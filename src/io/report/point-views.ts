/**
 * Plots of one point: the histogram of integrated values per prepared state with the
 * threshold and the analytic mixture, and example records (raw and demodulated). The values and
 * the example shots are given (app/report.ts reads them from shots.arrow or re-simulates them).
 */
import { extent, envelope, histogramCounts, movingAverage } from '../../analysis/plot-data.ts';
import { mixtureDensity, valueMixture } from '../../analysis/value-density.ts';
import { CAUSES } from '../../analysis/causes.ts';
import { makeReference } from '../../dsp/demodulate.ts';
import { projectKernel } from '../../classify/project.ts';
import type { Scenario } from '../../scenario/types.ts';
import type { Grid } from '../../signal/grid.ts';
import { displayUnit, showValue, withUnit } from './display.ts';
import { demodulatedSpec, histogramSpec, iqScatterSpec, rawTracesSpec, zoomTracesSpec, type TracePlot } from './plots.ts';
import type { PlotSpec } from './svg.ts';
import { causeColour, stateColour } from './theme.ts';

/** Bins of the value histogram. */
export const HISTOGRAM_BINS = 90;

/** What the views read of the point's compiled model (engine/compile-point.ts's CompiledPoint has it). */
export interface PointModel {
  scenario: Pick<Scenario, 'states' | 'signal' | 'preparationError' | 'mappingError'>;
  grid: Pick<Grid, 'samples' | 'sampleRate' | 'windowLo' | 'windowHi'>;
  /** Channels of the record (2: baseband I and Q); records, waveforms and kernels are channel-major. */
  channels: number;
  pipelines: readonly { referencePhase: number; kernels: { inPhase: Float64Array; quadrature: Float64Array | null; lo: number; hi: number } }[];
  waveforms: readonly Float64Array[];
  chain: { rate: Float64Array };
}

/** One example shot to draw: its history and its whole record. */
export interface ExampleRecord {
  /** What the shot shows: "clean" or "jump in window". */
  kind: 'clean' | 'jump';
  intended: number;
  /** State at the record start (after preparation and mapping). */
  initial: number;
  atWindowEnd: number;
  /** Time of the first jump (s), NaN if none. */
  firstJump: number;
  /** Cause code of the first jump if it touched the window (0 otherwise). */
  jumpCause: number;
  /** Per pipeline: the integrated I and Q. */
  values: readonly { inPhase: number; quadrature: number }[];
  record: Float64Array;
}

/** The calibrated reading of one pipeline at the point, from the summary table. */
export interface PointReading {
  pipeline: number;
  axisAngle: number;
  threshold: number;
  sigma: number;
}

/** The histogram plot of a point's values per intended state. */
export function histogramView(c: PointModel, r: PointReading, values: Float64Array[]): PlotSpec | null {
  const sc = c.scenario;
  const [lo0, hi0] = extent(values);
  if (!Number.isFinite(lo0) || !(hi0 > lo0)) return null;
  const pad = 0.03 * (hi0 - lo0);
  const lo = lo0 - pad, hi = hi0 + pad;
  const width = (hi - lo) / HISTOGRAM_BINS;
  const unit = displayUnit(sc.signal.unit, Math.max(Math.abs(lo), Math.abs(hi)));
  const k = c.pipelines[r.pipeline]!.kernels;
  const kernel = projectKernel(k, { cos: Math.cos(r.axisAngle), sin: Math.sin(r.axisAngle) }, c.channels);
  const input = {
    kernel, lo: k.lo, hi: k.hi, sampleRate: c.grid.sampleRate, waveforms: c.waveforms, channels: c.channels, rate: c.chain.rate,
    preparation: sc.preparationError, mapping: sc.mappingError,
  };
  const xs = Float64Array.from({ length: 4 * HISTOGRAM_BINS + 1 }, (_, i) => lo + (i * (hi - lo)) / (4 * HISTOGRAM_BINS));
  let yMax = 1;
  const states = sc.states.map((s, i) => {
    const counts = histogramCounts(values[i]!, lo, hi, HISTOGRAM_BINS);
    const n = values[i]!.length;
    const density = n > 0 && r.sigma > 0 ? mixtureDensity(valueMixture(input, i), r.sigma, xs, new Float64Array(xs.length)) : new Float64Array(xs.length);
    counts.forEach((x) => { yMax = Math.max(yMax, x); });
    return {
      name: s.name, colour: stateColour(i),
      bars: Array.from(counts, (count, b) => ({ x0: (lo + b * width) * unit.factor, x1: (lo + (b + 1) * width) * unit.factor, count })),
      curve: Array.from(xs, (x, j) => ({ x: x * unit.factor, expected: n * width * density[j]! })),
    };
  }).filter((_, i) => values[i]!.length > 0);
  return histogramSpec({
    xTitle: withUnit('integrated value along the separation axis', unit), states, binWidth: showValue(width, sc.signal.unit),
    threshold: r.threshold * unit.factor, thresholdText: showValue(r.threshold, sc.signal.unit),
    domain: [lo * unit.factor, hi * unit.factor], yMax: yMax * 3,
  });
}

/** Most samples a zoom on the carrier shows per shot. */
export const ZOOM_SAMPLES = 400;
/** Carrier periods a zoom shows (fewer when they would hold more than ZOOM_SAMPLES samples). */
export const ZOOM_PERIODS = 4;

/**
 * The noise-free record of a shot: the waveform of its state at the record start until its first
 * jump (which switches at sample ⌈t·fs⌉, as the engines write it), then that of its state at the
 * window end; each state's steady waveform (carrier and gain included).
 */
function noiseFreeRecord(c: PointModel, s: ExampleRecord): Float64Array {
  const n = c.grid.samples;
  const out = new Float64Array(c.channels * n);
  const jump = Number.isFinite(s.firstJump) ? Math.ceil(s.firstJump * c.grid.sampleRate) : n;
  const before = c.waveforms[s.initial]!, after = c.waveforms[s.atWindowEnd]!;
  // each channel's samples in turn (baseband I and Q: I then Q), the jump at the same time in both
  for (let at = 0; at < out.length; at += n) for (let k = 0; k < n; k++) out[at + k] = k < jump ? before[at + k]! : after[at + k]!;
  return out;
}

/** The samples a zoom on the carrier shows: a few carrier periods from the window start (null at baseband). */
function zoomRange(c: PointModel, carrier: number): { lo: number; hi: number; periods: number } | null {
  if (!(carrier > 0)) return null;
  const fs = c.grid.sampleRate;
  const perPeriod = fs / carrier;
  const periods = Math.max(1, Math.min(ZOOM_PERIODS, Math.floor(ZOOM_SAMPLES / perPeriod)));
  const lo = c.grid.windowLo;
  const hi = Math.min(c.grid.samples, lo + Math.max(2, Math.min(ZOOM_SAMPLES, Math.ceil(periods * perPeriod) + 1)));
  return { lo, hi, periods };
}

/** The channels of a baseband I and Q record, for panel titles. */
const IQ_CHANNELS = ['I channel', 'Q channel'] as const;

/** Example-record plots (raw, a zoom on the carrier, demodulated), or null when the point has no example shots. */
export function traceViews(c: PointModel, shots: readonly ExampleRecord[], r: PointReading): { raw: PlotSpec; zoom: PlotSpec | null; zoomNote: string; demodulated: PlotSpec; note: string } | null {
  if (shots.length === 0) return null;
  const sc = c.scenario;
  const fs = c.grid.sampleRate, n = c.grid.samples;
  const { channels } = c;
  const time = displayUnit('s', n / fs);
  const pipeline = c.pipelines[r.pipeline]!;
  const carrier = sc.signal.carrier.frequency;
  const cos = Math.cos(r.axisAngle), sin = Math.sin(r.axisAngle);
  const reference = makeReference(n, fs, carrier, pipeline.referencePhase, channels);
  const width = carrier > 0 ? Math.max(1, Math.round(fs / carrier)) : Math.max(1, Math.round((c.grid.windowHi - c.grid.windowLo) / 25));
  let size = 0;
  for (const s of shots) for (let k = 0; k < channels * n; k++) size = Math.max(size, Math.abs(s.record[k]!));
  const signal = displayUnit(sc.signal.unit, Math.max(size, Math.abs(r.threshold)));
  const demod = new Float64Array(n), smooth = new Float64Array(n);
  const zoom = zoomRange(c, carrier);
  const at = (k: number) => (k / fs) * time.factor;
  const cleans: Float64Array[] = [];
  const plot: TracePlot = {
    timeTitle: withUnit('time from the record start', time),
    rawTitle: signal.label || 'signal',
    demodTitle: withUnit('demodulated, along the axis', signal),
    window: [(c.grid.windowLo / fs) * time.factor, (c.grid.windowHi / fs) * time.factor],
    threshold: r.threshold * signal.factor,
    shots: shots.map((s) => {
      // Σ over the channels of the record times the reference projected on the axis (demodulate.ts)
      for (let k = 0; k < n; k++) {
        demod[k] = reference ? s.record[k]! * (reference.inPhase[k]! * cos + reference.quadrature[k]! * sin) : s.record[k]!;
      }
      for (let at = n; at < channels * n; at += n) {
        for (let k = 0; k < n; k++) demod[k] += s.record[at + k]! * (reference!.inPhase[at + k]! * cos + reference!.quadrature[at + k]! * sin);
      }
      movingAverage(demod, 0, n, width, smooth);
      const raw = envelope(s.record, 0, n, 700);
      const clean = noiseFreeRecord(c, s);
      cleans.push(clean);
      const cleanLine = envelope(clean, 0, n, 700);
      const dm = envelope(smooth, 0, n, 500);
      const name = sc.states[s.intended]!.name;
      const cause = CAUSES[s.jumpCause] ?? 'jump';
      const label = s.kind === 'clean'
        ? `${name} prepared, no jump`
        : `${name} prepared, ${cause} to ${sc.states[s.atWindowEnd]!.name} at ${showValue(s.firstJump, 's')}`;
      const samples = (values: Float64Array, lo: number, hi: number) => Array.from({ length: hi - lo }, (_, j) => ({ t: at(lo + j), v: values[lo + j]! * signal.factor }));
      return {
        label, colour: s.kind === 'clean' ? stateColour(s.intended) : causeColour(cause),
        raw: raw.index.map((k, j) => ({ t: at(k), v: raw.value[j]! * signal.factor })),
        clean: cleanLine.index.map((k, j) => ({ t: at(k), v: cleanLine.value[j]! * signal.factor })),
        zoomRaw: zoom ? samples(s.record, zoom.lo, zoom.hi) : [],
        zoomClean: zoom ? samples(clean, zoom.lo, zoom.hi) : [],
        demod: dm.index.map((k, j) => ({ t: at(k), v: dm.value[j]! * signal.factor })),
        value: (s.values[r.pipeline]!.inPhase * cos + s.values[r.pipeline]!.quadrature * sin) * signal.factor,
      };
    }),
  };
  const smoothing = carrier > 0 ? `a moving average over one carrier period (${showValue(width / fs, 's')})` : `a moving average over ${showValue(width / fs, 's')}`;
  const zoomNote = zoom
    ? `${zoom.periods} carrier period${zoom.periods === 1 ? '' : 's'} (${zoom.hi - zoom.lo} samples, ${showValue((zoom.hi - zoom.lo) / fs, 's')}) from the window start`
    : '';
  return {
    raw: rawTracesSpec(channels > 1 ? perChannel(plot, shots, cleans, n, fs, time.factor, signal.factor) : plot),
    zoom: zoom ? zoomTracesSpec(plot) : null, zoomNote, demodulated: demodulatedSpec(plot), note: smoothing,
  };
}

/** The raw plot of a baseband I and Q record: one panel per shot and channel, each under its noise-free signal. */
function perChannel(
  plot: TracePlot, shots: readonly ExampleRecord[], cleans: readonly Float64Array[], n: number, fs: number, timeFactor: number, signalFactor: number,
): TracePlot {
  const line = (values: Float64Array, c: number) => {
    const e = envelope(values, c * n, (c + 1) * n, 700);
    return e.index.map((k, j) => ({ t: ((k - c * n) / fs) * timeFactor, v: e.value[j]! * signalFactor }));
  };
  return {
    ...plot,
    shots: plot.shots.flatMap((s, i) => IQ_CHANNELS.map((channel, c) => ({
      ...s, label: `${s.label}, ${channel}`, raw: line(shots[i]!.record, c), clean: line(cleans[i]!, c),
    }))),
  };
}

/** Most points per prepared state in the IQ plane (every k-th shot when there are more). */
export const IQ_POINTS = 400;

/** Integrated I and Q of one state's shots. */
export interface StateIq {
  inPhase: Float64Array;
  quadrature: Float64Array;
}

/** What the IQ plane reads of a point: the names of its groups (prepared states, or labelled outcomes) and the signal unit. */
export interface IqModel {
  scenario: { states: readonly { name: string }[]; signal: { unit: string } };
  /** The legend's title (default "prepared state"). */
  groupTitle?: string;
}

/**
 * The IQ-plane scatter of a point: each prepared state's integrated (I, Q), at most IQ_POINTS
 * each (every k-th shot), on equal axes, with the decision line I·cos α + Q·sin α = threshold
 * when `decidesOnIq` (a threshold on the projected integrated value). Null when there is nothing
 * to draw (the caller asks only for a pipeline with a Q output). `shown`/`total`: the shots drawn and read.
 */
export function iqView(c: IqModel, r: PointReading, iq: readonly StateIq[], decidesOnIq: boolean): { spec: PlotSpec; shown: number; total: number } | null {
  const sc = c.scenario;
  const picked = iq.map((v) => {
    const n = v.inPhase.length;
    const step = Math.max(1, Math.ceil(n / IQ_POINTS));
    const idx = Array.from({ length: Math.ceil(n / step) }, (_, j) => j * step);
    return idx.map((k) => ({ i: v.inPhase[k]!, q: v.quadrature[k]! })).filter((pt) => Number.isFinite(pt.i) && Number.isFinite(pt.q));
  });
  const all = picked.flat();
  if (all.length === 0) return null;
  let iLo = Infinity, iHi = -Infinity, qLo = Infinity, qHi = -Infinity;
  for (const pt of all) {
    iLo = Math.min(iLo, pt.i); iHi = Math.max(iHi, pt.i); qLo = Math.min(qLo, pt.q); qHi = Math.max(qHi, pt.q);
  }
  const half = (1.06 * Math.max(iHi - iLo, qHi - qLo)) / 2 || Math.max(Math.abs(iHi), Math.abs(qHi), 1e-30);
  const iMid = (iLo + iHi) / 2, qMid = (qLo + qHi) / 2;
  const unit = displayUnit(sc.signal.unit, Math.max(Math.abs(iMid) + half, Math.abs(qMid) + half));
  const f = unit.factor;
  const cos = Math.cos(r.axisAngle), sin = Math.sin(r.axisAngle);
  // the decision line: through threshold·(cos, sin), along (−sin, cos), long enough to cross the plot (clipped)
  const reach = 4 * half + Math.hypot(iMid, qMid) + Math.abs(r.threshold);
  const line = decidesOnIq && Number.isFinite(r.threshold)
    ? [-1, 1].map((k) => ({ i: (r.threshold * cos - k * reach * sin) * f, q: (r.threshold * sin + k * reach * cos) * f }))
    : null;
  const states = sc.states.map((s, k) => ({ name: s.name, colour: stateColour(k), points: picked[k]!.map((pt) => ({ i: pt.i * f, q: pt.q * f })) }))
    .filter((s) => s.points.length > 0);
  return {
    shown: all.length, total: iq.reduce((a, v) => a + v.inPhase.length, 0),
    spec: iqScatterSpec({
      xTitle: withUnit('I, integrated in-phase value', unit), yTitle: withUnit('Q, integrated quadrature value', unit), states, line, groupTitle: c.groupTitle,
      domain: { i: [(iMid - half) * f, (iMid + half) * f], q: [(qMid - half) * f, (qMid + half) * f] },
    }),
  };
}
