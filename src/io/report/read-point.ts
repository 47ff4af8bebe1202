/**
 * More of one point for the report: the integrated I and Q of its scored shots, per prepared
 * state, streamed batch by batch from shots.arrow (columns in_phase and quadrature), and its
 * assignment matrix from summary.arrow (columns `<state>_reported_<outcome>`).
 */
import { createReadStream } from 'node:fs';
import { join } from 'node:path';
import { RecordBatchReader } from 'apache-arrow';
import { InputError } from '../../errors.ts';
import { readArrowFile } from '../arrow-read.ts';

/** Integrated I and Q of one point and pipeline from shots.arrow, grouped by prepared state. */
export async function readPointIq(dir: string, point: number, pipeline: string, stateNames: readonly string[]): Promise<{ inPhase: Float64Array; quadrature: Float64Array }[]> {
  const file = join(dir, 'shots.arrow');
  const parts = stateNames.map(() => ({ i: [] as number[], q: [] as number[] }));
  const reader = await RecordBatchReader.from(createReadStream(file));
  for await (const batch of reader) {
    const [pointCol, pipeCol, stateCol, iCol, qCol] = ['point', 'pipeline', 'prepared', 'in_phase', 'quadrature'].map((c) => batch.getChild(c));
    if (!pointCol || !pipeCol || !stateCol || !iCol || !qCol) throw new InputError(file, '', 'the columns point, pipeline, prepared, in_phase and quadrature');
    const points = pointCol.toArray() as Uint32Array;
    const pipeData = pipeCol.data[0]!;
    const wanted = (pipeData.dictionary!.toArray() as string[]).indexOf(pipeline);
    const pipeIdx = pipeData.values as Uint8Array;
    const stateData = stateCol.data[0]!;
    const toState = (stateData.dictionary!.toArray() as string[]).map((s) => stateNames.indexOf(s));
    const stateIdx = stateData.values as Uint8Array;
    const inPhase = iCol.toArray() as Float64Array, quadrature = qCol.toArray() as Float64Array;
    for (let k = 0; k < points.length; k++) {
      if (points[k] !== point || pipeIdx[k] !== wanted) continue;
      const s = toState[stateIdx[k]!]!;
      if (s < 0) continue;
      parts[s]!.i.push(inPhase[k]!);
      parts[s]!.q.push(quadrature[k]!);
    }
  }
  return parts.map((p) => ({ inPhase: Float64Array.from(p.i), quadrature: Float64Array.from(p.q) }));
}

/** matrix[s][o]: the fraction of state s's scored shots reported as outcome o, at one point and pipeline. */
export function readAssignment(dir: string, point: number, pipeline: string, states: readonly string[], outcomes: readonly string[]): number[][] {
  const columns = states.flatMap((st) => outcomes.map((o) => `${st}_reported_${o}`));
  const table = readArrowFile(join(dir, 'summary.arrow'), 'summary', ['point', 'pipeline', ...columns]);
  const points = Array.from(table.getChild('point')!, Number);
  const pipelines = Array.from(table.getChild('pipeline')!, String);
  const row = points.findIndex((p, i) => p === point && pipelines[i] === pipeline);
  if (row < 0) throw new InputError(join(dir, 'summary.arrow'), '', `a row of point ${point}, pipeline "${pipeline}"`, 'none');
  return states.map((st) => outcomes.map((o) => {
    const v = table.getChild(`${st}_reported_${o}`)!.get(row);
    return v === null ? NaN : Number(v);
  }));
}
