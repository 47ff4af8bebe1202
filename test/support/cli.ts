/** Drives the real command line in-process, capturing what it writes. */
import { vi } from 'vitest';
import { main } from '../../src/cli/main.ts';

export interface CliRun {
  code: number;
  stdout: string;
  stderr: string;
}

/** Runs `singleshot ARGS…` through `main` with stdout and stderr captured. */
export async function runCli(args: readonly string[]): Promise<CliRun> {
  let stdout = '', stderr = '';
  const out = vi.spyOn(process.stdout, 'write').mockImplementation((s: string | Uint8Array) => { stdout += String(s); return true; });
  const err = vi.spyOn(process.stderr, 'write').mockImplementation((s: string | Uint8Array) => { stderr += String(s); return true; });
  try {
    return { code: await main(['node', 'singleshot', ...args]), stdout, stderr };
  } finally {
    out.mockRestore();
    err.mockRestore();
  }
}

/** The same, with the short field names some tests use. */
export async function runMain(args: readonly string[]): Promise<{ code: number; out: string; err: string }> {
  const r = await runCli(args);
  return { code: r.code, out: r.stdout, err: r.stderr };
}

----

- _Your goal_: From the entries above, restate word for word the lines from the line containing "export function traceViews(c: PointModel, shots: readonly" to the line containing "const zoom = zoomRange(c, carrier);", both ends included, and nothing more.

- _Answer area_:
export function traceViews(c: PointModel, shots: readonly ExampleRecord[], r: PointReading): { raw: PlotSpec; zoom: PlotSpec | null; zoomNote: string; demodulated: PlotSpec; note: string } | null {
  if (shots.length === 0) return null;
  const sc = c.scenario;
  const fs = c.grid.sampleRate, n = c.grid.samples;
  const { channels } = c;
  const time = displayUnit('s', n / fs);
  const pipeline = c.pipelines[r.pipeline]!;
  const carrier = sc.signal.carrier.frequency;
  const cos = Math.cos(r.axisAngle), sin = Math.sin(r.axisAngle);
  const reference = makeReference(n, fs, carrier, pipeline.referencePhase, channels);
  const width = carrier > 0 ? Math.max(1, Math.round(fs / carrier)) : Math.max(1, Math.round((c.grid.windowHi - c.grid.windowLo) / 25));
  let size = 0;
  for (const s of shots) for (let k = 0; k < channels * n; k++) size = Math.max(size, Math.abs(s.record[k]!));
  const signal = displayUnit(sc.signal.unit, Math.max(size, Math.abs(r.threshold)));
  const demod = new Float64Array(n), smooth = new Float64Array(n);
  const zoom = zoomRange(c, carrier);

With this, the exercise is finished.